杜双燕面色苍白,双手冰凉的搀了她一把,反倒冲着她行了个礼,“多谢洛大人救命之恩,先前……真是对不住,对不住了!”
洛长安:“??”
“坐!”杜双燕忙道。
洛长安拂袖落座,瞧着款款坐在对面的杜双燕,心头盘算着,今儿又是什么圈套?
“之前在御花园,多有得罪!”杜双燕垂着眼帘,“还望洛大人别往心里去,本宫这条命是洛大人救回来的,以后洛大人若有什么用得着的地方,只管知会一声。”
洛长安摆手,“不敢当不敢当,举手之劳,不必如此!”
“本宫知道,当时太医束手无策,即便皇上来了,太医也不能马上治好本宫。”杜双燕呼吸微促,显然虚弱至极。

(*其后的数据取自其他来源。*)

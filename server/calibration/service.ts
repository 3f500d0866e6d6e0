import type { Knex } from 'knex';
import { recordAudit, type AuditEntry } from '../audit/service.js';
import { bulkInsertRows, isSqlite } from '../dialect.js';
import { AppError, badRequest, notFound } from '../errors.js';
import { deriveMeasurement, type CanonicalRow, type Derived } from '../measurements/service.js';
import { angleZeroPoint, applyCalibration, instrumentalPolarization, nightOfMjd, standardNameKey, type CalibrationTerms } from '../science/calibration.js';
import { propagateStokesErrors } from '../science/polarization.js';
import { angularSeparationDeg } from '../science/separation.js';

// Read-time plausibility flags: catalog and review filter and show them.
export { FLAG_NAMES, plausibilityService, type PlausibilityService } from './plausibility.js';

/** A row within this distance of a standard's recorded position is that standard (arcsec). */
export const STANDARD_MATCH_RADIUS_ARCSEC = 5;

export interface StandardStar {
  id: number;
  name: string;
  band: string;
  kind: 'polarized' | 'unpolarized';
  p: number;
  pErr: number | null;
  thetaDeg: number | null;
  thetaErrDeg: number | null;
  raDeg: number | null;
  decDeg: number | null;
  source: string;
  fromMemory: boolean;
  note: string | null;
  createdAt: string;
}

const toStandard = (r: any): StandardStar => ({
  id: r.id, name: r.name, band: r.band, kind: r.kind, p: r.p, pErr: r.p_err, thetaDeg: r.theta_deg, thetaErrDeg: r.theta_err_deg,
  raDeg: r.ra_deg, decDeg: r.dec_deg, source: r.source, fromMemory: Boolean(r.from_memory), note: r.note, createdAt: r.created_at,
});

/** One standard-star row of a batch and how it entered (or did not enter) the calibration. */
export interface StandardResidual {
  measurementId: number;
  line: number;
  name: string;
  standardId: number;
  standardName: string;
  kind: 'polarized' | 'unpolarized';
  matchedBy: 'name' | 'position';
  used: boolean;
  note: string | null;
  mjd: number | null;
  q: number;
  u: number;
  qErr: number;
  uErr: number;
  pRef: number;
  thetaRefDeg: number | null;
  /** after the instrumental (q, u) is subtracted */
  pObs: number;
  thetaObsDeg: number;
  thetaObsErrDeg: number;
  /** θ_obs − θ_ref (polarized standards), wrapped to (−90°, 90°] */
  offsetDeg: number | null;
  /** offset − zero-point (polarized) */
  residualDeg: number | null;
  /** p_obs − p_ref (polarized) */
  pResidual: number | null;
  /** q − q̄_inst, u − ū_inst (unpolarized) */
  qResidual: number | null;
  uResidual: number | null;
  source: string;
}

export interface CalibrationGroup {
  id: number | null;
  state: 'derived' | 'applied' | 'reverted' | 'applying' | 'reverting' | 'failed';
  instrument: string;
  band: string;
  night: string | null;
  zeroPointDeg: number | null;
  zeroPointErrDeg: number | null;
  instrumentalQ: number | null;
  instrumentalU: number | null;
  instrumentalQErr: number | null;
  instrumentalUErr: number | null;
  nPolarized: number;
  nUnpolarized: number;
  /** rows of the batch in this instrument, band and night (the rows an apply changes) */
  rows: number;
  instrumentalChi2: number | null;
  instrumentalDof: number | null;
  zeroPointScatterDeg: number | null;
  appliedAt: string | null;
  appliedBy: { id: number; name: string } | null;
  revertedAt: string | null;
  standards: StandardResidual[];
}

/** Persisted columns of a derived measurement (as the measurement service stores them). */
function derivedColumns(d: Derived) {
  const { flags, ...values } = d;
  return { ...values, flags_json: flags.length ? JSON.stringify(flags) : null };
}

type Meas = Record<string, any> & { id: number; version: number };

const groupKey = (instrument: string, band: string, night: string | null) => `${instrument}\u0000${band}\u0000${night ?? ''}`;

/** The stored measurement as the canonical row deriveMeasurement takes, with (q, u) replaced. */
function canonicalWithStokes(m: Meas, s: { q: number; u: number; qErr: number; uErr: number }): CanonicalRow {
  const row: CanonicalRow = { ra_deg: m.ra_deg, dec_deg: m.dec_deg, band: m.band, instrument: m.instrument, q: s.q, u: s.u, q_err: s.qErr, u_err: s.uErr, angle_frame: 'equatorial' };
  if (m.mjd !== null) row.mjd = m.mjd;
  if (m.ebv !== null) row.ebv = m.ebv;
  if (m.distance_method === 'given') {
    row.distance_pc = m.distance_pc;
    row.distance_err_pc = (m.distance_hi_pc - m.distance_lo_pc) / 2;
  } else if (m.parallax_mas !== null && m.parallax_err_mas !== null) {
    row.parallax_mas = m.parallax_mas;
    row.parallax_err_mas = m.parallax_err_mas;
  }
  return row;
}

/** The columns deriveMeasurement writes, plus what identifies the version: kept to restore on revert. */
const SNAPSHOT = ['q', 'u', 'q_err', 'u_err', 'p', 'p_err', 'p_debiased', 'theta_deg', 'theta_err_deg', 'q_gal', 'u_gal', 'q_gal_err', 'u_gal_err', 'theta_gal_deg', 'flags_json', 'distance_pc', 'distance_lo_pc', 'distance_hi_pc', 'distance_method', 'parallax_mas', 'parallax_err_mas', 'version'];
const snapshot = (m: Meas) => Object.fromEntries(SNAPSHOT.map((k) => [k, m[k] ?? null]));

/** Rows per write transaction to start with; then sized to about CHUNK_BUDGET_MS each. */
const FIRST_CHUNK_ROWS = 100;
const MAX_CHUNK_ROWS = 2000;
const CHUNK_BUDGET_MS = 25;

/** Write transactions of apply, revert and recovery: how many and the longest (ms), for benches. */
export const calibrationWriteStats = { transactions: 0, longestMs: 0, totalMs: 0 };

/** Calibrations this process is applying or reverting now (per database), so recovery leaves them alone. */
const activeByDb = new WeakMap<object, Set<number>>();
const active = (db: Knex) => {
  let s = activeByDb.get(db);
  if (!s) activeByDb.set(db, (s = new Set()));
  return s;
};
const recoveries = new WeakMap<object, Promise<void>>();
const updateStatements = new WeakMap<object, Map<string, import('better-sqlite3').Statement>>();
const sqliteValue = (v: unknown) => (v === undefined ? null : typeof v === 'boolean' ? (v ? 1 : 0) : v);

之所以不在宫内招待,而搁在这儿,是因为孤男寡女,不适合共处一室。
毕竟,一个是后妃,一个是正常男儿。
如今这么多奴才在,又是在外头的亭子里,自然不会有什么闲话。
“是洛大人,洛大人救了本宫!”说起这个,杜双燕眼角微红,“本宫是从长定州来的,在这儿……人生地不熟,也没什么亲人朋友,难得洛大人侠义在怀,不计前嫌。”
救命之恩大如天,对于杜双燕这样,背井离乡的人而言,是干涸大地上,冒出来的一汪泉眼。
“没多大的事儿!”洛长安捻起糕点,轻嗅着便往嘴里塞,“真好吃!”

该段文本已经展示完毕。